Systèmes d'alimentation

27 avril 2026

Guide de configuration PHIL pour les tests multimodes et multitensions

Principaux enseignements

  • Un banc PHIL partagé reste fiable tant que l'interface matérielle reste inchangée et que les changements de mode s'effectuent au niveau de la supervision et des scripts.
  • La plage de tension à elle seule ne suffit pas, car ce sont la synchronisation, le comportement de la source, la limitation de courant et la logique de protection qui détermineront si le banc reste stable.
  • Les scripts traçables transforment les tests multimodes CA et CC en données comparables que les équipes peuvent examiner, reproduire et auxquelles elles peuvent se fier.

 

Un banc de test PHIL destiné à des travaux multimodes et multitensions ne restera stable que si son interface matérielle reste fixe et si ses modes de test changent en dehors de la boucle matérielle.

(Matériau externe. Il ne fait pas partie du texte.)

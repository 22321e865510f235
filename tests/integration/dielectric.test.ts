// Dielectric feature against the real PostgreSQL and the built server: CIF import is all or nothing,
// bad tensors store nothing, the epsilon in use is versioned and its changes are logged.
import { readFileSync } from 'node:fs';
import { afterAll, beforeAll, describe, expect, it } from 'vitest';
import type { Db } from '../../src/lib/server/db/create-db';
import { DependentsError, StaleVersionError, ValidationError } from '../../src/lib/server/errors';
import { listActivity } from '../../src/lib/server/repo/activity';
import { getStoredCif, importPolymorphFromCif } from '../../src/lib/server/services/cif-import';
import { addDielectricEntry, chooseEpsilon, deleteDielectricEntry, getEpsilonInUse, listDielectricEntries } from '../../src/lib/server/services/dielectric';
import { deletePolymorph, getPolymorph } from '../../src/lib/server/services/polymorphs';
import { dielectricEntryInput } from '../../src/lib/schemas/dielectric';
import { appDb, PASSWORD, teamFixture } from './fixtures';
import { probe, signInCookie } from './http-helpers';

const fixture = (name: string) => readFileSync(new URL(`../../src/lib/formats/fixtures/${name}`, import.meta.url), 'utf8');
// Triclinic published structure: Stewart, McDonald & West, Org. Lett. 13 (2011) 720 (COD 1501936).
const TRICLINIC = fixture('cod-1501936.cif');

let db: Db;
let fx: Awaited<ReturnType<typeof teamFixture>>;
let editor: { userId: string; workspaceId: string; role: 'editor' };

beforeAll(async () => {
	db = appDb();
	fx = await teamFixture(db);
	editor = { userId: fx.editor.id, workspaceId: fx.ws, role: 'editor' };
});
afterAll(async () => db?.destroy());

/** Rows in the workspace that a refused write must not have added. */
async function counts() {
	const n = async (t: 'polymorph' | 'polymorph_cif' | 'dielectric_entry' | 'polymorph_epsilon' | 'activity') =>
		Number((await db.selectFrom(t).select((eb) => eb.fn.countAll().as('n')).where('workspace_id', '=', fx.ws).executeTakeFirstOrThrow()).n);
	return { polymorph: await n('polymorph'), cif: await n('polymorph_cif'), entries: await n('dielectric_entry'), choice: await n('polymorph_epsilon'), activity: await n('activity') };
}

async function refused(fn: () => Promise<unknown>): Promise<ValidationError> {
	const before = await counts();
	let caught: unknown;
	try {
		await fn();
	} catch (e) {
		caught = e;
	}
	expect(caught).toBeInstanceOf(ValidationError);
	expect(await counts()).toEqual(before);
	return caught as ValidationError;
}

describe('CIF import', () => {
	it('creates the polymorph and stores the file in one transaction', async () => {
		const r = await importPolymorphFromCif(db, editor, { moleculeId: fx.molecule.id, label: 'triclinic form', fileName: 'cod-1501936.cif', cif: TRICLINIC, notes: '' });
		expect(r.polymorph.label).toBe('triclinic form');
		expect(r.polymorph.spaceGroup).toBe('P -1 (No. 2)');
		expect(r.polymorph.z).toBe(2);
		expect(Math.abs(r.polymorph.derived.volumeA3 - 860.57)).toBeLessThan(0.05);
		const stored = await getStoredCif(db, fx.ws, r.polymorph.id);
		expect(stored).toMatchObject({ fileName: 'cod-1501936.cif', blockName: '1501936', atomSiteCount: 51 });
		expect(stored?.text).toBe(TRICLINIC);
		// The fixture's molecule is water: the formula mismatch is reported, not refused.
		expect(r.warnings.some((w) => w.includes('C21H26O4'))).toBe(true);
		const log = await listActivity(db, fx.ws, { entityIds: [r.polymorph.id] });
		expect(log[0].action).toBe('cif_import');
	});

	it('a broken loop is refused naming the line, and nothing is stored', async () => {
		const broken = TRICLINIC.replace('O2 O 0.25690(11) 0.06668(12) 0.48190(6) 0.0318(2) Uani 1 1 d .', 'O2 O 0.25690(11) 0.06668(12) 0.48190(6) 0.0318(2) Uani 1 1 d');
		const e = await refused(() => importPolymorphFromCif(db, editor, { moleculeId: fx.molecule.id, label: '', fileName: 'broken.cif', cif: broken, notes: '' }));
		// The loop_ opening the atom-site loop is the line before _atom_site_label.
		expect(e.line).toBe(TRICLINIC.split('\n').indexOf('_atom_site_label'));
		expect(e.message).toMatch(/^line \d+: loop_ has 11 tags but \d+ values .*not a multiple of 11 \(in broken\.cif\)$/);
	});

	it('a cell angle of 0 or 200 degrees is refused, and nothing is stored', async () => {
		for (const angle of ['0', '200']) {
			const bad = TRICLINIC.replace('_cell_angle_gamma                77.7988(4)', `_cell_angle_gamma                ${angle}`);
			const e = await refused(() => importPolymorphFromCif(db, editor, { moleculeId: fx.molecule.id, label: '', fileName: 'bad.cif', cif: bad, notes: '' }));
			expect(e.message).toMatch(/the cell is not physical: .*gamma/);
			expect(e.line).toBeGreaterThan(0);
		}
	});

	it('over HTTP: a viewer is refused, an editor posts the CIF as text and gets 201; errors carry the line', async () => {
		const path = `/api/v1/workspaces/${fx.ws}/polymorphs/from-cif?moleculeId=${fx.molecule.id}&fileName=t.cif&label=via%20API`;
		const viewer = await probe(path, { method: 'POST', cookie: await signInCookie(fx.viewer.email, PASSWORD), body: TRICLINIC, headers: { 'content-type': 'chemical/x-cif' } });
		expect(viewer.status).toBe(403);
		const cookie = await signInCookie(fx.editor.email, PASSWORD);
		const ok = await probe(path, { method: 'POST', cookie, body: TRICLINIC, headers: { 'content-type': 'chemical/x-cif' } });
		expect(ok.status).toBe(201);
		expect(JSON.parse(ok.body).polymorph.label).toBe('via API');
		const bad = await probe(`/api/v1/workspaces/${fx.ws}/polymorphs/from-cif`, {
			method: 'POST',
			cookie,
			body: JSON.stringify({ moleculeId: fx.molecule.id, cif: 'data_x\n_cell_length_a 5\nloop_\n_a\n_b\n1 2 3\n' }),
			headers: { 'content-type': 'application/json' }
		});
		expect(bad.status).toBe(400);
		expect(JSON.parse(bad.body).error).toMatchObject({ type: 'validation', field: 'cif', line: 3 });
	});
});

describe('dielectric entries and the epsilon in use', () => {
	let polymorphId: string;
	beforeAll(async () => {
		polymorphId = (await importPolymorphFromCif(db, editor, { moleculeId: fx.molecule.id, label: 'for entries', fileName: 'x.cif', cif: TRICLINIC, notes: '' })).polymorph.id;
	});
	const add = (raw: Record<string, unknown>) => addDielectricEntry(db, editor, polymorphId, dielectricEntryInput.parse(raw));

	it('a tensor with 8 numbers, an asymmetric one and an indefinite one are refused; nothing is stored', async () => {
		expect((await refused(() => add({ kind: 'tensor', tensor: '3 0 0 3 0 0 3 0' }))).message).toMatch(/^line 1: found 8 values/);
		expect((await refused(() => add({ kind: 'tensor', tensor: '3 0.9 0\n0 3 0\n0 0 3' }))).message).toMatch(/^tensor is not symmetric/);
		expect((await refused(() => add({ kind: 'tensor', tensor: '1 2 0\n2 1 0\n0 0 3' }))).message).toMatch(/^tensor is not positive definite/);
		expect((await refused(() => add({ kind: 'clausius_mossotti', polarizability: '3e-39', unit: 'A3' }))).field).toBe('unit');
		expect((await refused(() => add({ kind: 'clausius_mossotti', polarizability: '200', unit: 'A3' }))).message).toMatch(/^Clausius–Mossotti has no solution/);
	});

	it('stores tensor, refractive index and CM entries with who added them; choosing is versioned and logged', async () => {
		const tensor = await add({ kind: 'tensor', tensor: '3.1,0.05,0\n0.05,2.8,0.1\n0,0.1,4.2', method: 'linear response', engine: 'invented run' });
		const n = await add({ kind: 'refractive_index', refractiveIndex: 1.75, wavelengthNm: 633 });
		const cm = await add({ kind: 'clausius_mossotti', polarizability: 40, unit: 'A3' });
		const list = await listDielectricEntries(db, fx.ws, polymorphId);
		expect(list.map((e) => e.kind)).toEqual(['tensor', 'refractive_index', 'clausius_mossotti']);
		expect(list[0].createdBy).toBe('editor');
		expect(tensor.epsilon).toBeCloseTo((3.1 + 2.8 + 4.2) / 3, 12);
		expect(n.epsilon).toBeCloseTo(1.75 ** 2, 12);
		expect(cm.input.volumePerMoleculeA3).toBeCloseTo((await getPolymorph(db, fx.ws, polymorphId)).derived.volumePerMoleculeA3, 10);

		const first = await chooseEpsilon(db, editor, polymorphId, { entryId: tensor.id, reason: 'linear-response tensor; trace/3' });
		expect(first.version).toBe(1);
		await expect(chooseEpsilon(db, editor, polymorphId, { entryId: n.id, reason: 'measured', version: undefined })).rejects.toThrow(ValidationError);
		await expect(chooseEpsilon(db, editor, polymorphId, { entryId: n.id, reason: 'measured', version: 7 })).rejects.toThrow(StaleVersionError);
		const second = await chooseEpsilon(db, editor, polymorphId, { entryId: n.id, reason: 'measured at 633 nm', version: 1 });
		expect(second).toMatchObject({ entryId: n.id, version: 2, reason: 'measured at 633 nm' });

		const log = (await listActivity(db, fx.ws, { entityIds: [polymorphId] })).filter((a) => a.action === 'choose_epsilon');
		expect(log).toHaveLength(2);
		expect(log[0].before).toMatchObject({ epsilonEntry: tensor.id, reason: 'linear-response tensor; trace/3' });
		expect(log[0].after).toMatchObject({ epsilonEntry: n.id, epsilon: 3.0625, reason: 'measured at 633 nm' });
		expect(log[1].before).toMatchObject({ epsilonEntry: null });

		// An entry of another polymorph cannot be chosen.
		const other = await addDielectricEntry(db, editor, fx.polymorph.id, dielectricEntryInput.parse({ kind: 'scalar', epsilon: 3 }));
		await expect(chooseEpsilon(db, editor, polymorphId, { entryId: other.id, reason: 'x', version: 2 })).rejects.toThrow('does not belong to this polymorph');

		// The entry in use cannot be deleted; another can, and a stale version is refused.
		await expect(deleteDielectricEntry(db, editor, polymorphId, n.id)).rejects.toThrow(DependentsError);
		await expect(deleteDielectricEntry(db, editor, polymorphId, cm.id, 5)).rejects.toThrow(StaleVersionError);
		await deleteDielectricEntry(db, editor, polymorphId, cm.id, 1);
		expect((await getEpsilonInUse(db, fx.ws, polymorphId))?.entry.epsilon).toBeCloseTo(3.0625, 12);
	});

	it('over HTTP: choosing the epsilon needs the editor role; a viewer reads it', async () => {
		const entries = await listDielectricEntries(db, fx.ws, polymorphId);
		const url = `/api/v1/workspaces/${fx.ws}/polymorphs/${polymorphId}/epsilon`;
		const viewerCookie = await signInCookie(fx.viewer.email, PASSWORD);
		const body = JSON.stringify({ entryId: entries[0].id, reason: 'back to the tensor', version: 2 });
		expect((await probe(url, { method: 'PUT', cookie: viewerCookie, body, headers: { 'content-type': 'application/json' } })).status).toBe(403);
		const put = await probe(url, { method: 'PUT', cookie: await signInCookie(fx.editor.email, PASSWORD), body, headers: { 'content-type': 'application/json' } });
		expect(put.status).toBe(200);
		const got = JSON.parse((await probe(url, { cookie: viewerCookie })).body);
		expect(got.epsilonInUse).toMatchObject({ entryId: entries[0].id, version: 3 });
	});

	it('deleting the polymorph removes its CIF, entries and choice', async () => {
		const p = await getPolymorph(db, fx.ws, polymorphId);
		await deletePolymorph(db, editor, polymorphId, p.version);
		for (const t of ['polymorph_cif', 'dielectric_entry', 'polymorph_epsilon'] as const) {
			const left = await db.selectFrom(t).select('polymorph_id').where('polymorph_id', '=', polymorphId).execute();
			expect(left).toEqual([]);
		}
	});
});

L'électrification pousse sans cesse les laboratoires à couvrir davantage d'états de fonctionnement avec le même équipement, car plus de 80 % de la consommation finale Énergie pourrait passer à l'électricité grâce aux technologies déjà disponibles. Cette pression se traduit par des tests combinant courant alternatif et courant continu, des plages de tension plus larges et des contraintes de temps plus strictes. Un banc d'essai qui traite chaque nouvelle tension comme une nouvelle configuration matérielle fera perdre du temps et favorisera les erreurs de câblage. Vous obtiendrez des résultats plus fiables en verrouillant d'abord l'interface d'alimentation et en transférant la complexité vers la configuration, la supervision et les transitions scriptées.

 

« Un banc PHIL multimode stable repose sur une interface physique qui reste identique quel que soit l'état de test. »

 

La configuration PHIL commence par une interface matérielle fixe

Un banc PHIL multimode stable repose sur une interface physique qui reste inchangée quel que soit l'état de test. Vos capteurs, interverrouillages, contacteurs, facteurs d'échelle et couplages d'amplificateurs doivent rester fixes tandis que les modèles et les consignes évoluent autour d'eux. Cette règle garantit la prévisibilité du comportement de la boucle et la cohérence de la réponse en cas de défaut.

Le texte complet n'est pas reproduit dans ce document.